The source code sits in the samlang repository. The repository follows a monorepo setup, managed by Gradle multi-projects.

Most of the languages services are implemented in the Kotlin language, except a small TypeScript adapter layer to support JavaScript targets. It is compiled by Kotlin multiplatform compiler into JVM bytecode and JavaScript.

Program Logic Flow#

To produce a source set (defined by sconfig.json) into an optimized compiled native program, the samlang CLI performs following computation in order:

  1. samlang-cli collects all sources specified by sconfig.json and stores a mapping from ModuleReference to source code in String (Map<ModuleReference, String>).
  2. samlang-core/parser parses the sources code into AST's.
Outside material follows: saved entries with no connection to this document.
// Rank, weights, interpolation, no-intercept and degenerate inputs of fitLeastSquares.
// References: NIST StRD certified values (Norris, Longley, Wampler1), and facts of
// the trade marked "common practice".

import t from 'tap';
import { fitLeastSquares } from '../../../src/core/fit/index.ts';
import type { DesignMatrix } from '../../../src/core/types.ts';
import { loadStrd, strdDesign, lre } from '../../reference/nist/strd.ts';

function withColumn(d: DesignMatrix, label: string, values: Float64Array, at = d.labels.length): DesignMatrix {
  const labels = [...d.labels];
  const high = [...d.high];
  const low = [...d.low];
  const terms = [...d.termOfColumn];
  labels.splice(at, 0, label);
  high.splice(at, 0, values);
  low.splice(at, 0, new Float64Array(d.rows));
  terms.splice(at, 0, Math.max(...terms) + 1);
  return { ...d, labels, high, low, termOfColumn: terms };
}

function relDiff(a: number, b: number): number {
  return Math.abs(a - b) / Math.max(Math.abs(b), 1e-300);
}

const norris = loadStrd('norris');
const norrisCert = norris.certified.parameters.map((p) => p.estimate);

t.test('duplicate, doubled and shifted columns are aliased, the later one in caller order', async (t) => {
  const { design, y } = strdDesign(norris);
  const x = design.high[1];
  const cases: [string, Float64Array][] = [
    ['x copy', Float64Array.from(x)],
    ['2x', x.map((v) => 2 * v)],
    // Temperature in K beside degrees C: x + 273.15, collinear with intercept and x.
    ['x + 273.15', x.map((v) => v + 273.15)],
  ];
  for (const [label, col] of cases) {
    const fit = fitLeastSquares(withColumn(design, label, col), y);
    t.equal(fit.rank, 2, `${label}: rank 2`);
    t.same(fit.aliased, [label]);
    t.equal(fit.coefficients[2], null);
    t.equal(fit.standardErrors[2], null);
    t.same(fit.estimable, [0, 1]);
    // The kept columns reproduce NIST's certified Norris fit.
    t.ok(lre(fit.coefficients[0], norrisCert[0]) >= 10 && lre(fit.coefficients[1], norrisCert[1]) >= 10, `${label}: NIST Norris estimates`);
  }
  // Put the copy first: then the original x (now later) is the aliased one.
  const fit = fitLeastSquares(withColumn(design, 'x first', Float64Array.from(x), 1), y);
  t.same(fit.aliased, ['x']);
  t.ok(lre(fit.coefficients[1], norrisCert[1]) >= 10);
});

t.test('factor dummies plus intercept: the last dummy is aliased, coefficients are group means', async (t) => {
  // Norris rows split by parity into two groups; with an intercept and both
  // dummies, the second dummy is aliased and (common practice) the intercept is
  // the mean of the group without a dummy, the dummy coefficient the difference.
  const { y } = strdDesign(norris);
  const n = y.length;
  const even = Float64Array.from({ length: n }, (_, i) => (i % 2 === 0 ? 1 : 0));
  const odd = even.map((v) => 1 - v);
  const design: DesignMatrix = {
    rows: n,
    labels: ['intercept', 'group=even', 'group=odd'],
    high: [new Float64Array(n).fill(1), even, odd],
    low: [new Float64Array(n), new Float64Array(n), new Float64Array(n)],
    intercept: true,
    termOfColumn: [-1, 0, 0],
  };
  const fit = fitLeastSquares(design, y);
  t.equal(fit.rank, 2);
  t.same(fit.aliased, ['group=odd']);
  let se = 0, so = 0;
  for (let i = 0; i < n; i++) (i % 2 === 0 ? (se += y[i]) : (so += y[i]));
  const meanEven = se / Math.ceil(n / 2);
  const meanOdd = so / Math.floor(n / 2);
  t.ok(relDiff(fit.coefficients[0]!, meanOdd) < 1e-13, 'intercept = mean of odd rows');
  t.ok(relDiff(fit.coefficients[1]!, meanEven - meanOdd) < 1e-12, 'dummy = difference of means');
});

t.test('weights', async (t) => {
  const longley = loadStrd('longley');
  const { design, y } = strdDesign(longley);
  const plain = fitLeastSquares(design, y);
  // Equal weights give the unweighted estimates and SEs (common practice);
  // rss and tss scale by the weight.
  const c = 3.7;
  const equal = fitLeastSquares(design, y, new Float64Array(y.length).fill(c));
  equal.coefficients.forEach((b, j) => t.ok(relDiff(b!, plain.coefficients[j]!) < 1e-12, `equal weights: b${j}`));
  equal.standardErrors.forEach((s, j) => t.ok(relDiff(s!, plain.standardErrors[j]!) < 1e-12, `equal weights: se${j}`));
  t.ok(relDiff(equal.rss, c * plain.rss) < 1e-13);
  t.ok(relDiff(equal.tss, c * plain.tss) < 1e-13);

  // Integer weights equal replicating rows (common practice): same estimates,
  // same weighted rss, same unscaled covariance.
  const w = Float64Array.from({ length: y.length }, (_, i) => 1 + (i % 3));
  const weighted = fitLeastSquares(design, y, w);
  const idx: number[] = [];
  w.forEach((wi, i) => { for (let k = 0; k < wi; k++) idx.push(i); });
  const rep: DesignMatrix = {
    ...design,
    rows: idx.length,
    high: design.high.map((col) => Float64Array.from(idx, (i) => col[i])),
    low: design.low.map((col) => Float64Array.from(idx, (i) => col[i])),
  };
  const replicated = fitLeastSquares(rep, Float64Array.from(idx, (i) => y[i]));
  weighted.coefficients.forEach((b, j) => t.ok(relDiff(b!, replicated.coefficients[j]!) < 1e-11, `replication: b${j}`));
  t.ok(relDiff(weighted.rss, replicated.rss) < 1e-12, 'replication: rss');
  t.ok(relDiff(weighted.tss, replicated.tss) < 1e-12, 'replication: tss');
  for (let a = 0; a < 7; a++) {
    t.ok(relDiff(weighted.unscaledCovariance[a][a], replicated.unscaledCovariance[a][a]) < 1e-11, `replication: cov ${a}`);
  }

  // A zero weight removes the row (common practice): same as dropping it.
  const w0 = new Float64Array(y.length).fill(1);
  w0[5] = 0;
  const zero = fitLeastSquares(design, y, w0);
  const keep = Array.from({ length: y.length }, (_, i) => i).filter((i) => i !== 5);
  const dropped = fitLeastSquares(
    { ...design, rows: keep.length, high: design.high.map((c) => Float64Array.from(keep, (i) => c[i])), low: design.low.map((c) => Float64Array.from(keep, (i) => c[i])) },
    Float64Array.from(keep, (i) => y[i]),
  );
  t.equal(zero.observations, 15);
  zero.coefficients.forEach((b, j) => t.ok(relDiff(b!, dropped.coefficients[j]!) < 1e-11, `zero weight: b${j}`));
  zero.standardErrors.forEach((s, j) => t.ok(relDiff(s!, dropped.standardErrors[j]!) < 1e-11, `zero weight: se${j}`));
  // The dropped row still gets its residual y - x b.
  let f = 0;
  for (let j = 0; j < 7; j++) f += design.high[j][5] * zero.coefficients[j]!;
  t.ok(Math.abs(zero.residuals[5] - (y[5] - f)) < 1e-6 * Math.abs(y[5]), 'residual of the zero-weight row');
});

t.test('n = p: exact interpolation', async (t) => {
  // First 6 rows of NIST Wampler1 (y = 1 + x + ... + x^5, x = 0..5) with the degree-5 model:
  // the interpolating polynomial has all coefficients 1 (NIST certified).
  const w1 = loadStrd('wampler1');
  const { design, y } = strdDesign(w1);
  const k = 6;
  const sub: DesignMatrix = { ...design, rows: k, high: design.high.map((c) => c.slice(0, k)), low: design.low.map((c) => c.slice(0, k)) };
  const fit = fitLeastSquares(sub, y.slice(0, k));
  t.equal(fit.rank, 6);
  t.equal(fit.sigma, null, 'no residual degrees of freedom');
  t.ok(fit.standardErrors.every((s) => s === null));
  t.equal(fit.exactFit, true);
  fit.coefficients.forEach((b, j) => t.ok(Math.abs(b! - 1) < 1e-12, `b${j} = 1`));
  t.ok(fit.residuals.every((e) => Math.abs(e) < 1e-9));
});

t.test('no intercept with several columns; tss uncentred', async (t) => {
  // Wampler1 minus 1 is x + x^2 + ... + x^5 exactly: without an intercept the
  // coefficients are 1 (NIST certified B1..B5) and the fit is exact.
  const w1 = loadStrd('wampler1');
  const { design, y } = strdDesign(w1);
  const d: DesignMatrix = { ...design, labels: design.labels.slice(1), high: design.high.slice(1), low: design.low.slice(1), intercept: false, termOfColumn: design.termOfColumn.slice(1) };
  const y1 = y.map((v) => v - 1);
  const fit = fitLeastSquares(d, y1);
  t.equal(fit.rank, 5);
  fit.coefficients.forEach((b, j) => t.ok(Math.abs(b! - 1) < 1e-13, `b${j + 1} = 1`));
  t.equal(fit.exactFit, true);
  let ss = 0;
  for (const v of y1) ss += v * v;
  t.ok(relDiff(fit.tss, ss) < 1e-15, 'tss = sum y^2 without intercept');
});

t.test('residuals and fitted values', async (t) => {
  const { design, y } = strdDesign(loadStrd('pontius'));
  const fit = fitLeastSquares(design, y);
  for (let i = 0; i < y.length; i++) t.ok(Math.abs(fit.fitted[i] + fit.residuals[i] - y[i]) <= 1e-15 * Math.abs(y[i]));
  // Normal equations X^T e = 0 (least squares), relative to sum |x||e|.
  for (let j = 0; j < 3; j++) {
    let s = 0, a = 0;
    for (let i = 0; i < y.length; i++) { s += design.high[j][i] * fit.residuals[i]; a += Math.abs(design.high[j][i] * fit.residuals[i]); }
    t.ok(Math.abs(s) <= 1e-13 * a, `X^T e = 0, column ${j}`);
  }
  let ss = 0;
  for (const e of fit.residuals) ss += e * e;
  t.ok(relDiff(fit.rss, ss) < 1e-13);
});

t.test('degenerate inputs return a fit, never throw', async (t) => {
  const empty: DesignMatrix = { rows: 0, labels: ['intercept', 'x'], high: [new Float64Array(0), new Float64Array(0)], low: [new Float64Array(0), new Float64Array(0)], intercept: true, termOfColumn: [-1, 0] };
  const f0 = fitLeastSquares(empty, new Float64Array(0));
  t.equal(f0.rank, 0);
  t.same(f0.aliased, ['intercept', 'x']);
  t.equal(f0.sigma, null);
  t.equal(f0.rss, 0);

  const noCols: DesignMatrix = { rows: 3, labels: [], high: [], low: [], intercept: false, termOfColumn: [] };
  const f1 = fitLeastSquares(noCols, Float64Array.from([1, 2, 3]));
  t.equal(f1.rank, 0);
  t.same(f1.coefficients, []);
  t.equal(f1.rss, 14, 'residuals are y itself');
  t.same(Array.from(f1.residuals), [1, 2, 3]);
  t.equal(f1.sigma, Math.sqrt(14 / 3));

  const zeroCols: DesignMatrix = { rows: 3, labels: ['a', 'b'], high: [new Float64Array(3), new Float64Array(3)], low: [new Float64Array(3), new Float64Array(3)], intercept: false, termOfColumn: [0, 1] };
  const f2 = fitLeastSquares(zeroCols, Float64Array.from([1, 2, 3]));
  t.equal(f2.rank, 0);
  t.same(f2.aliased, ['a', 'b']);
  t.same(f2.unscaledCovariance, []);

  // More columns than rows: the columns after the first n are aliased, in order.
  const { design, y } = strdDesign(loadStrd('wampler1'));
  const k = 4;
  const few: DesignMatrix = { ...design, rows: k, high: design.high.map((c) => c.slice(0, k)), low: design.low.map((c) => c.slice(0, k)) };
  const f3 = fitLeastSquares(few, y.slice(0, k));
  t.equal(f3.rank, 4);
  t.same(f3.aliased, ['x^4', 'x^5']);
  t.equal(f3.sigma, null);

  // A constant response: exact fit, zero residuals.
  const { design: nd } = strdDesign(norris);
  const f4 = fitLeastSquares(nd, new Float64Array(nd.rows).fill(2.5));
  t.equal(f4.exactFit, true);
  t.ok(Math.abs(f4.coefficients[0]! - 2.5) < 1e-15 && Math.abs(f4.coefficients[1]!) < 1e-15);
  t.equal(f4.tss, 0);
});

t.test('a column scaled by a power of two far from 1 gives the coefficient scaled exactly', async (t) => {
  // Equilibration's column scales are exact powers of two, so scaling a column by
  // 2^300 (beyond the range where the column sums are taken unscaled, 2^±250)
  // must leave every other number unchanged and divide its coefficient by 2^300.
  const { design, y } = strdDesign(loadStrd('longley'));
  const base = fitLeastSquares(design, y);
  for (const e of [300, -300]) {
    const high = design.high.map((c, j) => (j === 2 ? c.map((v) => v * 2 ** e) : c));
    const low = design.low.map((c, j) => (j === 2 ? c.map((v) => v * 2 ** e) : c));
    const fit = fitLeastSquares({ ...design, high, low }, y);
    t.equal(fit.coefficients[2], base.coefficients[2]! * 2 ** -e, `2^${e}: scaled coefficient`);
    t.same(fit.coefficients.filter((_, j) => j !== 2), base.coefficients.filter((_, j) => j !== 2), `2^${e}: others`);
    t.equal(fit.rss, base.rss, `2^${e}: rss`);
  }
});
Each source file is parsed into a Module. Then the in-memory representation becomes Map<ModuleReference, Module>. At this point, the field in each AST node is dummy.
  3. samlang-core/checker type checks the modules by a constraint-solving based type inference algorithm. After that, the in-memory representation is still Map<ModuleReference, Module>, but each node in the AST is guaranteed to have a correct type field.
  4. samlang-core/compiler gradually turns the source-level AST into assembly AST. It first lowers the AST into a high-level IR. The high level IR can be translated into other high-level languages without much effort. Then it lowers the AST into mid-level IR that is similar to Appel's IR. Then samlang-core/compiler/asm-toplevel-generator performs instruction selection to translate IR into abstract assembly. In both stages, samlang-analysis will perform some dataflow analysis, which will be consumed by samlang-core/optimization to perform various optimizations. Register allocation will be performed at the end.
  5. samlang-core/printer prints the assembly AST into assembly files.
  6. samlang-cli then shells out to runtime folder that links the assembly against the samlang runtime. Now you get a program that is directly runnable!